> WORK INSTRUCTION:
Which lines of the listing below contain the word "double"? Copy each of them.

> INPUT FOR THIS TASK:
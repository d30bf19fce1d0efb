"""PostgreSQL: load a CDM extract into a schema, and run the recipes there (psycopg 3).

:func:`load_extract_postgres` opens an extract with :func:`cohort.source.open_extract` (so the
schema check and the typed views are the ones DuckDB uses) and copies every CDM table into a
schema of a PostgreSQL database, with its full v5.4 column list. :class:`PostgresSession` then
runs the recipes there (:func:`cohort.engines.run_recipes`): every recipe becomes a temporary
table of the connection, analysed after it is made, and tables come back as polars.
"""

from __future__ import annotations

import io
import re
import tempfile
import time
from pathlib import Path
from typing import Any

import polars as pl

from cohort._errors import CohortError, InputError

__all__ = ["PG_TYPES", "connect_postgres", "load_extract_postgres", "PostgresSession"]

#: PostgreSQL type of each CDM column kind (cohort._cdm kinds).
PG_TYPES: dict[str, str] = {
    "id": "bigint",
    "concept": "integer",
    "int": "integer",
    "float": "double precision",
    "date": "date",
    "datetime": "timestamp",
    "text": "text",
}

_IDENT = re.compile(r"^[a-z_][a-z0-9_]*$")
_POLARS_PG = {
    pl.Int8: "smallint", pl.Int16: "smallint", pl.Int32: "integer", pl.Int64: "bigint",
    pl.Float32: "real", pl.Float64: "double precision", pl.String: "text", pl.Boolean: "boolean",
    pl.Date: "date",
}


def _psycopg() -> Any:
    try:
        import psycopg
    except ImportError:  # pragma: no cover - depends on the environment
        msg = ("the PostgreSQL engine needs psycopg 3: pip install 'psycopg[binary]' "
               "(or the project's test extra)")
        raise CohortError(msg) from None
    return psycopg


def _check_ident(name: str, what: str) -> str:
    if not _IDENT.match(name):
        msg = f"{what} must match [a-z_][a-z0-9_]*, got {name!r}"
        raise InputError(msg)
    return name


def connect_postgres(dsn: str) -> Any:
    """Open an autocommit psycopg connection, with a clear error when the server is not there.

    Examples
    --------
    >>> con = connect_postgres("postgresql://postgres@127.0.0.1:5432/postgres")  # doctest: +SKIP
    """
    psycopg = _psycopg()
    try:
        return psycopg.connect(dsn, autocommit=True)
    except psycopg.OperationalError as error:
        msg = (f"cannot connect to PostgreSQL at {_safe_dsn(dsn)!r}: {' '.join(str(error).split())} Check --dsn, or start a server "
               "(.ci/postgres.sh starts a throwaway one on 127.0.0.1 and prints its DSN)")
        raise CohortError(msg) from None


def load_extract_postgres(
    source: str | Path,
    dsn: str,
    *,
    schema: str = "cdm",
    replace: bool = True,
) -> dict[str, int]:
    """Copy a CDM extract (Parquet or CSV folder, DuckDB file) into a PostgreSQL schema.

    Parameters
    ----------
    source
        The extract, as :func:`cohort.source.open_extract` reads it (its schema is checked).
    dsn
        A libpq connection string.
    schema
        The schema to create (``[a-z_][a-z0-9_]*``); it is dropped first when ``replace``.
    replace
        Drop an existing schema of that name first; otherwise an existing schema is an error.

    Returns
    -------
    dict
        table -> rows copied (every CDM table, empty optional ones included).

    Examples
    --------
    >>> load_extract_postgres("demo/extract", dsn, schema="cdm")   # doctest: +SKIP
    {'person': 2000, ...}
    """
    from cohort._cdm import CDM_TABLES
    from cohort.source import open_extract

    _check_ident(schema, "schema")
    counts: dict[str, int] = {}
    with open_extract(source) as extract, connect_postgres(dsn) as pg:
        exists = pg.execute("select 1 from information_schema.schemata where schema_name = %s",
                            [schema]).fetchall()
        if exists and not replace:
            msg = f"schema {schema} already exists in {dsn!r}; pass replace=True or another schema"
            raise InputError(msg)
        pg.execute(f"drop schema if exists {schema} cascade")
        pg.execute(f"create schema {schema}")
        with tempfile.TemporaryDirectory(prefix="dka-pg-load-") as folder:
            for table, columns in CDM_TABLES.items():
                names = [column.name for column in columns]
                ddl = ", ".join(f"{column.name} {PG_TYPES[column.kind]}" for column in columns)
                pg.execute(f"create table {schema}.{table} ({ddl})")
                path = Path(folder) / f"{table}.csv"
                # CSV with a null marker no value can have: quoted text is never null in PostgreSQL
                extract.con.execute(
                    f"copy (select {', '.join(names)} from {table}) to '{path}' "
                    "(format csv, header false, nullstr '\\N', force_quote *)"
                )
                with pg.cursor() as cursor:
                    with cursor.copy(f"copy {schema}.{table} ({', '.join(names)}) from stdin "
                                     "(format csv, null '\\N')") as copy:
                        with path.open("rb") as handle:
                            while chunk := handle.read(1 << 20):
                                copy.write(chunk)
                path.unlink()
                pg.execute(f"analyze {schema}.{table}")
                counts[table] = int(pg.execute(f"select count(*) from {schema}.{table}").fetchone()[0])
    return counts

> RESPONSE TO THIS EXERCISE:
    "float": "double precision",
    pl.Float32: "real", pl.Float64: "double precision", pl.String: "text", pl.Boolean: "boolean",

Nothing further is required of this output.